I am using the Zend Framework but my question is broadly about sessions / databases / auth (PHP MySQL).

Currently this is my approach to authentication:

1) User signs in, the details are checked in database. - Standard stuff really.

2) If the details are correct only the user's unique ID is stored in the session and a security token (user unique ID + IP + Browser info + salt). The session in written to the filesystem.

  • I've been reading around and many are saying that storing stuff in sessions is not a good idea, and that you should really only write a unique ID which refers back to the user's details and a security token to prevent session hijacking. So this is the approach i've taken, i use to write the user's details in session, but i've moved that out. Wanted to know your opinions on this.
  • I'm keeping sessions in the filesystem since i don't run on multiple servers, and since i'm only writting a tiny tiny bit of data to sessions, i thought that performance would be greater keeping sessions in the filesystem to reduce load on the database. Once the session is written on authentication, it really is only read-only from then on.

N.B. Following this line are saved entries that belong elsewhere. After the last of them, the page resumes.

//! The multi-coil detector against detection theory: noise level, Rayleigh
//! false-alarm rate, the Cramér–Rao bound for amplitude, amplitude and phase of
//! off-bin tones on every coil.

use undertone_dsp::detect::input::InputScale;
use undertone_dsp::phasor::Phasor;
use undertone_dsp::{Beacon, Detection, Detector, DetectorKind, DetectorSettings, Window};
use undertone_tests::{mean_var, Noise};

fn run<const N: usize>(det: &mut Detector<N>, len: usize, mut frame: impl FnMut(usize) -> [f32; N]) -> Vec<Detection<N>> {
    let mut out = Vec::new();
    for n in 0..len {
        if let Some(d) = det.push(&frame(n)) {
            out.push(d);
        }
    }
    out
}

fn settings(fs: f32, f0: f32, bw: f32, kind: DetectorKind, rate: f32) -> DetectorSettings {
    DetectorSettings { sample_rate_hz: fs, beacon: Beacon::Custom(f0), bandwidth_hz: bw, kind, readout_rate_hz: rate }
}

fn unit<const N: usize>() -> InputScale<N> {
    let mut s = InputScale::unity(24);
    s.full_scale = 1e6;
    s
}

#[test]
fn tone_amplitude_and_phase_on_every_coil_both_kinds() {
    // A non-bin-centred tone A·cos(ωn + φ) on three coils with signs +, −, + and
    // amplitudes 1, 0.5, 0.25: each phasor must be A_c·e^(jφ) (sign as a π phase).
    let fs = 48_000.0;
    let f0 = 512.37;
    let phi = 0.9f64;
    let amps = [1.0f64, -0.5, 0.25];
    for kind in [
        DetectorKind::Block { window: Window::BlackmanHarris4 },
        DetectorKind::Block { window: Window::Hann },
        DetectorKind::LockIn { poles: 2 },
        DetectorKind::LockIn { poles: 4 },
    ] {
        let s = settings(fs, f0, 4.0, kind, 20.0);
        let mut det = Detector::<3>::new(&s, unit()).unwrap();
        let w = 2.0 * std::f64::consts::PI * f0 as f64 / fs as f64;
        let outs = run(&mut det, 96_000, |n| {
            let c = (w * n as f64 + phi).cos();
            [(amps[0] * c) as f32, (amps[1] * c) as f32, (amps[2] * c) as f32]
        });
        let last = outs.last().unwrap();
        assert!(!last.flags.contains(undertone_dsp::Flags::SETTLING));
        for c in 0..3 {
            let p = last.phasors[c];
            let want_re = amps[c] * phi.cos();
            let want_im = amps[c] * phi.sin();
            let err = ((p.re as f64 - want_re).powi(2) + (p.im as f64 - want_im).powi(2)).sqrt();
            assert!(err < 5e-5 * amps[c].abs(), "{kind:?} coil {c}: {p:?} want ({want_re}, {want_im})");
        }
    }
}

fn noise_component_variance(kind: DetectorKind, bw: f32, rate: f32, seed: u64) -> (f64, f64, f32) {
    let fs = 8_000.0;
    let s = settings(fs, 512.0, bw, kind, rate);
    let mut det = Detector::<1>::new(&s, unit()).unwrap();
    let mut noise = Noise::new(seed, 1.0);
    let outs = run(&mut det, 2_000_000, |_| [noise.sample() as f32]);
    let settle = det.info().settle_99_s as f64;
    let re: Vec<f64> = outs.iter().filter(|d| d.t_s > settle).map(|d| d.phasors[0].re as f64).collect();
    let (_, v) = mean_var(&re);
    let probe_sigma = outs.last().unwrap().noise_sigma[0];
    (v, 2.0 * det.info().bandwidth_hz as f64 / fs as f64, probe_sigma)
}

#[test]
fn noise_variance_is_two_sigma_squared_b_over_fs() {
    // White noise of variance σw² through a detector of noise bandwidth B leaves each real
    // component of the phasor with variance 2σw²·B/fs (REFERENCES §6: per-component
    // variance σw²Σw²/2 of a windowed bin, scaled by (2/Σw)²; the lock-in the same by
    // construction of B). The noise probe must report the same σ.
    for kind in [DetectorKind::Block { window: Window::Hann }, DetectorKind::LockIn { poles: 1 }, DetectorKind::LockIn { poles: 4 }] {
        let (v, want, probe) = noise_component_variance(kind, 20.0, 50.0, 3);
        // Readouts overlap, so the sample variance has fewer degrees of freedom than readouts: 8 %.
        assert!((v / want - 1.0).abs() < 0.08, "{kind:?}: variance {v} want {want}");
        assert!(((probe as f64).powi(2) / want - 1.0).abs() < 0.25, "{kind:?}: probe σ² {} want {want}", probe * probe);
    }
}

#[test]
fn noise_only_magnitude_is_rayleigh() {
    // Noise only: |P| is Rayleigh, P_fa(T) = exp(−T²/2σ²) (Rice, Bell Syst. Tech. J. 1944–45;
    // Kay, Fundamentals of Statistical Signal Processing vol. II, 1998 — section from memory).
    // Independent readouts: rectangular window, block length = hop (no overlap).
    let fs = 4_000.0;
    let s = settings(fs, 512.0, 50.0, DetectorKind::Block { window: Window::Rectangular }, 50.0);
    let mut det = Detector::<1>::new(&s, unit()).unwrap();
    assert_eq!(det.info().block_len, 80);
    let mut noise = Noise::new(42, 1.0);
    let outs = run(&mut det, 80 * 40_000, |_| [noise.sample() as f32]);
    let n = outs.len() as f64;
    let sigma = (2.0 * 50.0 / fs as f64).sqrt(); // per-component σ from 2σw²B/fs
                                                 // T/σ for P_fa = 1e-2 and 1e-3 (REFERENCES §6).
    for (t_over_sigma, pfa) in [(3.034854, 1e-2), (3.716922, 1e-3)] {
        let k = outs.iter().filter(|d| d.phasors[0].magnitude() as f64 > t_over_sigma * sigma).count() as f64;
        let expect = n * pfa;
        let sd = (n * pfa * (1.0 - pfa)).sqrt();
        assert!((k - expect).abs() < 4.0 * sd, "P_fa {pfa}: {k} exceedances of {n}, expected {expect} ± {sd}");
    }
    // Mean of a Rayleigh magnitude: 1.253314σ (REFERENCES §6).
    let mean = outs.iter().map(|d| d.phasors[0].magnitude() as f64).sum::<f64>() / n;
    assert!((mean / sigma / 1.253314 - 1.0).abs() < 0.01, "mean {}", mean / sigma);
}

#[test]
fn amplitude_variance_reaches_cramer_rao_bound() {
    // x[n] = A·cos(2πf0n + φ) + w[n], known f0: var(Â) ≥ 2σ²/N (Rife & Boorstyn, IEEE Trans.
    // Inf. Theory IT-20(5), 1974; Kay vol. I, 1993, Example 3.14 — number from memory).
    // A rectangular block of N samples is the efficient estimator: within 10 %.
    let fs = 4_000.0;
    let s = settings(fs, 500.0, 50.0, DetectorKind::Block { window: Window::Rectangular }, 50.0);
    let mut det = Detector::<1>::new(&s, unit()).unwrap();
    let len = det.info().block_len as usize;
    let a = 1.0f64;
    let sigma = 0.5f64;
    let mut noise = Noise::new(9, sigma);
    let w = 2.0 * std::f64::consts::PI * 500.0 / fs as f64;
    let outs = run(&mut det, len * 4000, |n| [((a * (w * n as f64 + 0.4).cos()) + noise.sample()) as f32]);
    let amps: Vec<f64> = outs.iter().map(|d| d.phasors[0].magnitude() as f64).collect();
    let (m, v) = mean_var(&amps);
    let crb = 2.0 * sigma * sigma / len as f64;
    assert!((v / crb - 1.0).abs() < 0.1, "var {v} CRB {crb} ratio {}", v / crb);
    assert!((m - a).abs() < 0.01, "mean amplitude {m}");
}

#[test]
fn noise_probe_is_not_fooled_by_strong_mains() {
    // Mains 80 dB above the noise in the detection bandwidth at 50 Hz, harmonics falling by 0.75 each
    // (as in the deep-lateral example; the 10th, next to 512 Hz, still 43 dB up), up to 3 kHz: the
    // noise σ the probe reports stays the white noise's 2σw²B/fs (within 30 %), because the probe
    // sits where the harmonics, folded by the decimation, leak least.
    let fs = 48_000.0f32;
    for bw in [1.0f32, 2.4] {
        let mut s = DetectorSettings::new(fs, Beacon::Hz512);
        s.bandwidth_hz = bw;
        let mut det = Detector::<1>::new(&s, unit()).unwrap();
        let b = det.info().bandwidth_hz as f64;
        let sigma_w = 1.0;
        let sigma_c = (2.0 * sigma_w * sigma_w * b / fs as f64).sqrt();
        let amp = 1.0e4 * sigma_c;
        let mut noise = Noise::new(8, sigma_w);
        let mut last = None;
        for n in 0..(fs as usize * 12) {
            let t = n as f64 / fs as f64;
            let mut v = noise.sample();
            for h in 1..=60 {
                v += amp * 0.75f64.powi(h - 1) * (2.0 * std::f64::consts::PI * 50.0 * h as f64 * t + 0.7 * h as f64).cos();
            }
            if let Some(d) = det.push(&[v as f32]) {
                last = Some(d);
            }
        }
        let got = last.unwrap().noise_sigma[0] as f64;
        assert!((got / sigma_c - 1.0).abs() < 0.3, "bw {bw}: probe σ {got} want {sigma_c} (probe at {} Hz)", det.info().probe_hz);
    }
}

3) The rest of the user's details (like subscription details, permissions, account info etc) are cached in the filesystem (this can always be easily moved to memory if i wanted even more performance).

  • So rather than keeping the user's details in session, the user's details are cached in the file system. I'm using Zend_Cache and the unique cache id is something like md5(/cache/auth/2892), the number is the unique id of the user. I guess the benefit of this method is that once the user is logged in, there is essentially not database queries being run to get the user's details. Just wonder if this approach is better than keeping the whole lot in session...

4) As the user moves throughout the site the only thing that is checked is the ID in the session and the security token.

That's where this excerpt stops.